// pinchoff run end to end through the real tslab kernel (Jupyter from Debian),
// on the fixture notebook test/fixtures/saturation-check.ipynb (invented values).
// Needs the built library (dist/) and the project-local kernel: npm test
// prepares both (node lib/setup/prepare.mjs ... build kernel).
import { afterAll, beforeAll, describe, expect, it } from "vitest";
import { copyFileSync, existsSync, mkdirSync, mkdtempSync, readdirSync, readFileSync, rmSync, writeFileSync } from "node:fs";
import { hostname, tmpdir } from "node:os";
import { spawn, spawnSync } from "node:child_process";
import { createHash } from "node:crypto";
import { join } from "node:path";
import { PinchoffError } from "../lib/errors.js";
import { runNotebook } from "../lib/runner/run.js";
import { stagingRoot } from "../lib/runner/paths.js";
import { summarize } from "../lib/runner/summary.js";
import { nodeFileSystem, type FileSystemSeam } from "../lib/io/atomic-write.js";
import { lockFileName } from "../lib/io/folder-lock.js";
import { parseOverride } from "../lib/runner/inputs-cell.js";

const fixture = new URL("./fixtures/saturation-check.ipynb", import.meta.url).pathname;
let work: string;
let nb: string;
let original: Buffer;

beforeAll(() => {
  work = mkdtempSync(join(tmpdir(), "pinchoff-run-test-"));
  nb = join(work, "sat.ipynb");
  copyFileSync(fixture, nb);
  original = readFileSync(nb);
});
afterAll(() => rmSync(work, { recursive: true, force: true }));

const stagedNow = () => (existsSync(stagingRoot) ? readdirSync(stagingRoot).filter((d) => d.startsWith("sat-")) : []);

async function failure(p: Promise<unknown>): Promise<PinchoffError> {
  try {
    await p;
  } catch (e) {
    if (e instanceof PinchoffError) return e;
    throw e;
  }
  throw new Error("expected the run to fail");
}

describe("pinchoff run through the kernel", () => {
  it("runs the fixture, writes notebook and report, leaves the source byte-for-byte unchanged", async () => {
    const out = join(work, "ok");
    const r = await runNotebook({ notebook: nb, outDir: out });
    expect(r.exitCode).toBe(0);
    expect(r.failures).toEqual([]);
    // ID = k/2·VOV² = 2 mA/V² / 2 · (0.3 V)² = 90 µA; VDS = 5 V − 90 µA · 20 kΩ = 3.2 V; margin VDS − VOV = 2.9 V (hand arithmetic)
    expect(r.checks).toHaveLength(1);
    expect(r.checks[0]!.passed).toBe(true);
    expect(r.checks[0]!.margin).toBeCloseTo(2.9, 12);
    expect(readdirSync(out).sort()).toEqual(["notebook-as-run.ipynb", "report.html", "run-record.json"]);
    const executed = JSON.parse(readFileSync(join(out, "notebook-as-run.ipynb"), "utf8"));
    expect(executed.metadata.pinchoff.run.inputsFingerprint).toMatch(/^[0-9a-f]{64}$/);
    const html = readFileSync(join(out, "report.html"), "utf8");
    // The run record: inputs as run, fingerprints, every check with value/limit/margin/verdict, outputs with digests.
    const record = JSON.parse(readFileSync(join(out, "run-record.json"), "utf8"));
    expect(record.kind).toBe("pinchoff design run");
    expect(record.tool).toMatch(/^pinchoff \d/);
    expect(record.source).toEqual({ path: nb, sha256: createHash("sha256").update(original).digest("hex") });
    expect(record.fingerprints.inputs).toBe(executed.metadata.pinchoff.run.inputsFingerprint);
    expect(record.inputs.find((i: { name: string }) => i.name === "RD")).toMatchObject({ unit: "ohm", overridden: false, value: 20000 });
    expect(record.checks).toHaveLength(1);
    expect(record.checks[0]).toMatchObject({ title: "M1 stays in saturation: VDS - VOV", passed: true, unit: "V" });
    expect(record.checks[0].margin).toBeCloseTo(2.9, 12);
    expect(record.verdict).toBe("pass");
    for (const o of record.outputs) expect(o.sha256).toBe(createHash("sha256").update(readFileSync(join(out, o.file))).digest("hex"));
    expect(record.outputs.map((o: { file: string }) => o.file).sort()).toEqual(["notebook-as-run.ipynb", "report.html"]);
    expect(html).toContain("M1 stays in saturation");
    expect(html).toContain("Fixture plot");
    expect(r.reportBytes).toBeLessThanOrEqual(6e6);
    expect(readFileSync(nb).equals(original)).toBe(true);
    expect(stagedNow()).toEqual([]);
    expect(summarize(r)).toMatch(/pass {2}M1 stays in saturation/);

    // A second run replaces its own earlier outputs.
    const again = await runNotebook({ notebook: nb, outDir: out, overrides: [parseOverride("RD=60kohm")] });
    // VDS = 5 V − 90 µA · 60 kΩ = −0.4 V: the check fails by 0.7 V (hand arithmetic)
    expect(again.exitCode).toBe(1);
    const failed = again.checks.filter((c) => !c.passed);
    expect(failed.map((c) => c.title)).toEqual(["M1 stays in saturation: VDS - VOV"]);
    expect(failed[0]!.margin).toBeCloseTo(-0.7, 12);
    expect(summarize(again)).toMatch(/FAIL {2}M1 stays in saturation/);
    const html2 = readFileSync(join(out, "report.html"), "utf8");
    expect(html2).toContain("set on the command line");
    expect(html2).toContain("60kohm");
    const record2 = JSON.parse(readFileSync(join(out, "run-record.json"), "utf8"));
    expect(record2.inputs.find((i: { name: string }) => i.name === "RD")).toMatchObject({ text: "60kohm", value: 60000, overridden: true, notebookText: "20 kohm" });
    expect(record2.verdict).toBe("fail");
    expect(record2.exitCode).toBe(1);
    expect(readFileSync(nb).equals(original)).toBe(true);
  }, 120_000);

  it("names the failing cell and the error's first lines, and marks later cells not run", async () => {
    const src = JSON.parse(original.toString("utf8"));
    src.cells.splice(2, 0, { cell_type: "code", id: "bad", metadata: {}, outputs: [], execution_count: null, source: ['throw new Error("invented failure for the test");'] });
    const bad = join(work, "bad.ipynb");
    writeFileSync(bad, JSON.stringify(src));
    const r = await runNotebook({ notebook: bad, outDir: join(work, "bad-out") });
    expect(r.exitCode).toBe(1);
    expect(r.failures.map((f) => f.cell)).toEqual([2]);
    expect(r.failures[0]!.lines.join("\n")).toContain("invented failure for the test");
    expect(r.skipped).toEqual([3, 4]);
    expect(summarize(r)).toMatch(/cell 3 failed/);
  }, 120_000);
});

describe("pinchoff run refuses before executing, writing nothing", () => {
  it("--set with the wrong dimension", async () => {
    const out = join(work, "wrong-dim");
    const e = await failure(runNotebook({ notebook: nb, outDir: out, overrides: [parseOverride("VOV=3A")] }));
    expect(e.message).toMatch(/VOV/);
    expect(existsSync(out)).toBe(false);
  });

  it("--set of an unknown input", async () => {
    const out = join(work, "unknown");
    const e = await failure(runNotebook({ notebook: nb, outDir: out, overrides: [parseOverride("VCC=5V")] }));
    expect(e.message).toContain("VDD, KN, VOV, RD");
    expect(existsSync(out)).toBe(false);
  });

  it("malformed JSON, with the place of the fault", async () => {
    const broken = join(work, "broken.ipynb");
    writeFileSync(broken, original.toString("utf8").replace('"cells": [', '"cells": [,'));
    const e = await failure(runNotebook({ notebook: broken }));
    expect(e.message).toMatch(/line \d+, column \d+/);
    expect(existsSync(join(work, "broken-design-run"))).toBe(false);
  });

  it("no design-inputs cell", async () => {
    const src = JSON.parse(original.toString("utf8"));
    for (const c of src.cells) c.metadata.tags = [];
    const untagged = join(work, "untagged.ipynb");
    writeFileSync(untagged, JSON.stringify(src));
    const e = await failure(runNotebook({ notebook: untagged }));
    expect(e.message).toMatch(/no design-inputs cell/);
    expect(existsSync(join(work, "untagged-design-run"))).toBe(false);
  });

  it("an output folder that cannot be written (a file stands in its path)", async () => {
    const blocker = join(work, "blocker");
    writeFileSync(blocker, "a user's file");
    const e = await failure(runNotebook({ notebook: nb, outDir: join(blocker, "out") }));
    expect(e.message).toMatch(/cannot be written|not a folder/);
    expect(readFileSync(blocker, "utf8")).toBe("a user's file");
  });

  it("an existing file of the user's where a result would go", async () => {
    const out = join(work, "occupied");
    mkdirSync(out);
    writeFileSync(join(out, "report.html"), "<p>my own notes</p>");
    const e = await failure(runNotebook({ notebook: nb, outDir: out }));
    expect(e.message).toMatch(/not written by pinchoff run/);
    expect(readFileSync(join(out, "report.html"), "utf8")).toBe("<p>my own notes</p>");
    expect(readdirSync(out)).toEqual(["report.html"]);
  });

  it("Jupyter missing from PATH says what to install", async () => {
    const out = join(work, "no-jupyter");
    const e = await failure(runNotebook({ notebook: nb, outDir: out, env: { ...process.env, PATH: "/nonexistent" } }));
    expect(e.message).toContain("apt-get install jupyter-client jupyter-nbconvert python3-nbclient python3-ipykernel");
    expect(e.message).toContain("node lib/setup/prepare.mjs kernel");
    expect(existsSync(out)).toBe(false);
    expect(readFileSync(nb).equals(original)).toBe(true);
  });
});

describe("pinchoff run and the output folder", () => {
  it("refuses a folder another live run has locked, naming the folder and its pid, and touches nothing", async () => {
    const out = join(work, "locked");
    mkdirSync(out);
    // A live holder: this test process itself (pid alive, same host, start time unknown).
    const lock = JSON.stringify({ pid: process.pid, host: hostname(), started: null, since: "2026-01-01T00:00:00.000Z", what: "pinchoff run other.ipynb" });
    writeFileSync(join(out, lockFileName), lock);
    writeFileSync(join(out, "report.html"), "<p>an earlier report</p>");
    const e = await failure(runNotebook({ notebook: nb, outDir: out }));
    expect(e.message).toContain(out);
    expect(e.message).toContain(`pid ${process.pid}`);
    expect(readFileSync(join(out, lockFileName), "utf8")).toBe(lock);
    expect(readdirSync(out).sort()).toEqual([lockFileName, "report.html"]);
  });

  it("a full disk while writing: the stale lock is taken over, the earlier results stay intact, nothing is reported written", async () => {
    const out = join(work, "full");
    const first = await runNotebook({ notebook: nb, outDir: out });
    expect(first.exitCode).toBe(0);
    const before = Object.fromEntries(readdirSync(out).map((f) => [f, readFileSync(join(out, f), "utf8")]));
    const dead = spawnSync(process.execPath, ["-e", "0"]).pid!;
    writeFileSync(join(out, lockFileName), JSON.stringify({ pid: dead, host: hostname(), started: 1, since: "2026-01-01T00:00:00.000Z", what: "a killed run" }));
    let room = 64 * 1024; // the disk fills part way through the report
    const full: FileSystemSeam = {
      ...nodeFileSystem,
      writeSync(fd, buf, off, len) {
        if (room <= 0) throw Object.assign(new Error("no space left on device"), { code: "ENOSPC" });
        const n = Math.min(len, room);
        room -= n;
        return nodeFileSystem.writeSync(fd, buf, off, n);
      },
    };
    const notes: string[] = [];
    const e = await failure(runNotebook({ notebook: nb, outDir: out, fs: full, note: (t) => notes.push(t), overrides: [parseOverride("RD=60kohm")] }));
    expect(e.message).toMatch(/ENOSPC/);
    expect(e.message).toMatch(/no file was replaced/);
    expect(notes.join("\n")).toContain(`pid ${dead}`);
    const after = Object.fromEntries(readdirSync(out).map((f) => [f, readFileSync(join(out, f), "utf8")]));
    expect(after).toEqual(before); // no temporaries, no lock, every earlier file byte-for-byte
    expect(stagedNow()).toEqual([]);
  }, 120_000);

  it("SIGINT once the kernel runs: driver and kernel stop, staging is removed, no empty output folder is left", async () => {
    const marker = join(work, "kernel-up.json");
    const src = JSON.parse(original.toString("utf8"));
    // A cell that says where the kernel is, then spins (as a runaway calculation would).
    src.cells.splice(2, 0, {
      cell_type: "code",
      id: "spin",
      metadata: {},
      outputs: [],
      execution_count: null,
      source: [`import * as fs from "fs";\n`, `fs.writeFileSync(${JSON.stringify(marker)}, JSON.stringify({ pid: process.pid, ppid: process.ppid, cwd: process.cwd() }));\n`, "while (true) {}\n"],
    });
    const spin = join(work, "spin.ipynb");
    writeFileSync(spin, JSON.stringify(src));
    const out = join(work, "spin-out");
    const cli = new URL("../dist/cli/main.js", import.meta.url).pathname;
    const child = spawn(process.execPath, [cli, "run", spin, "--out", out], { stdio: ["ignore", "pipe", "pipe"] });
    let stdout = "";
    let stderr = "";
    child.stdout.on("data", (d: Buffer) => (stdout += d.toString()));
    child.stderr.on("data", (d: Buffer) => (stderr += d.toString()));
    const exited = new Promise<number | null>((r) => child.on("close", (c) => r(c)));
    const t0 = Date.now();
    while (!existsSync(marker)) {
      if (Date.now() - t0 > 90_000) throw new Error(`the kernel never reached the spinning cell: ${stderr}`);
      await new Promise((r) => setTimeout(r, 100));
    }
    await new Promise((r) => setTimeout(r, 100)); // the marker's content is written
    const k = JSON.parse(readFileSync(marker, "utf8")) as { pid: number; ppid: number; cwd: string };
    const alive = (pid: number) => {
      try {
        process.kill(pid, 0);
        return true;
      } catch {
        return false;
      }
    };
    expect(alive(k.pid)).toBe(true);
    expect(existsSync(out)).toBe(true); // the run made it (and holds its lock)
    child.kill("SIGINT");
    expect(await exited).toBe(130);
    expect(stderr).toMatch(/interrupted \(SIGINT\)/);
    expect(stdout).not.toMatch(/report|wrote/);
    // SIGKILL is immediate, but the processes may take a moment to be reaped.
    for (let i = 0; i < 50 && (alive(k.pid) || alive(k.ppid)); i++) await new Promise((r) => setTimeout(r, 100));
    expect(alive(k.pid)).toBe(false); // the tslab kernel
    expect(alive(k.ppid)).toBe(false); // the Jupyter driver that started it
    expect(existsSync(k.cwd)).toBe(false); // the staging folder
    expect(existsSync(out)).toBe(false); // no empty output folder
  }, 150_000);
});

Task goal:
Return each full line of the entries that contains the word "message".

Task output:
    expect(e.message).toMatch(/VOV/);
    expect(e.message).toContain("VDD, KN, VOV, RD");
    expect(e.message).toMatch(/line \d+, column \d+/);
    expect(e.message).toMatch(/no design-inputs cell/);
    expect(e.message).toMatch(/cannot be written|not a folder/);
    expect(e.message).toMatch(/not written by pinchoff run/);
    expect(e.message).toContain("apt-get install jupyter-client jupyter-nbconvert python3-nbclient python3-ipykernel");
    expect(e.message).toContain("node lib/setup/prepare.mjs kernel");
    expect(e.message).toContain(out);
    expect(e.message).toContain(`pid ${process.pid}`);
    expect(e.message).toMatch(/ENOSPC/);
    expect(e.message).toMatch(/no file was replaced/);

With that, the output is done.